What you need to do — Rewrite the full material exactly; no line may be skipped.
★ ★ ★ ★
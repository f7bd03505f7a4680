import { describe, expect, it } from "vitest";
import { sheetBookingsQuery } from "@/db/queries/bookings";
import { clubs } from "@/db/schema";
import { defaultClubSettings } from "@/lib/validation/club-settings";
import { db } from "./helpers";

// The week view reads one club's bookings in a time window: through the (club_id, starts_at)
// index, never a scan of every booking (100,000 of them in the benchmark).
describe("week view query plan", () => {
  it("searches bookings by club and start time", () => {
    const [club] = db().insert(clubs).values({ slug: "plan-club", name: "Plan Club", timeZone: "America/Chicago", currency: "USD", unitSystem: "imperial", settings: defaultClubSettings() }).returning().all();
    const from = new Date("2026-03-02T06:00:00Z");
    const to = new Date("2026-03-09T06:00:00Z");
    const q = sheetBookingsQuery(db(), club!.id, from, to).toSQL();
    const plan = db().$client.prepare(`EXPLAIN QUERY PLAN ${q.sql}`).all(...q.params.map((p) => (p instanceof Date ? p.getTime() : p))) as { detail: string }[];
    const details = plan.map((r) => r.detail);
    expect(details.some((d) => /^SEARCH bookings USING INDEX bookings_club_time \(club_id=\? AND starts_at>\? AND starts_at<\?\)/.test(d)), details.join("\n")).toBe(true);
    expect(details.some((d) => /^SCAN bookings\b/.test(d)), details.join("\n")).toBe(false);
  });
});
★ ★ ★ ★
Exercise solution —
repository f7bd03505f7a4680
import { describe, expect, it } from "vitest";
import { sheetBookingsQuery } from "@/db/queries/bookings";
import { clubs } from "@/db/schema";
import { defaultClubSettings } from "@/lib/validation/club-settings";
import { db } from "./helpers";

// The week view reads one club's bookings in a time window: through the (club_id, starts_at)
// index, never a scan of every booking (100,000 of them in the benchmark).
describe("week view query plan", () => {
  it("searches bookings by club and start time", () => {
    const [club] = db().insert(clubs).values({ slug: "plan-club", name: "Plan Club", timeZone: "America/Chicago", currency: "USD", unitSystem: "imperial", settings: defaultClubSettings() }).returning().all();
    const from = new Date("2026-03-02T06:00:00Z");
    const to = new Date("2026-03-09T06:00:00Z");
    const q = sheetBookingsQuery(db(), club!.id, from, to).toSQL();
    const plan = db().$client.prepare(`EXPLAIN QUERY PLAN ${q.sql}`).all(...q.params.map((p) => (p instanceof Date ? p.getTime() : p))) as { detail: string }[];
    const details = plan.map((r) => r.detail);
    expect(details.some((d) => /^SEARCH bookings USING INDEX bookings_club_time \(club_id=\? AND starts_at>\? AND starts_at<\?\)/.test(d)), details.join("\n")).toBe(true);
    expect(details.some((d) => /^SCAN bookings\b/.test(d)), details.join("\n")).toBe(false);
  });
});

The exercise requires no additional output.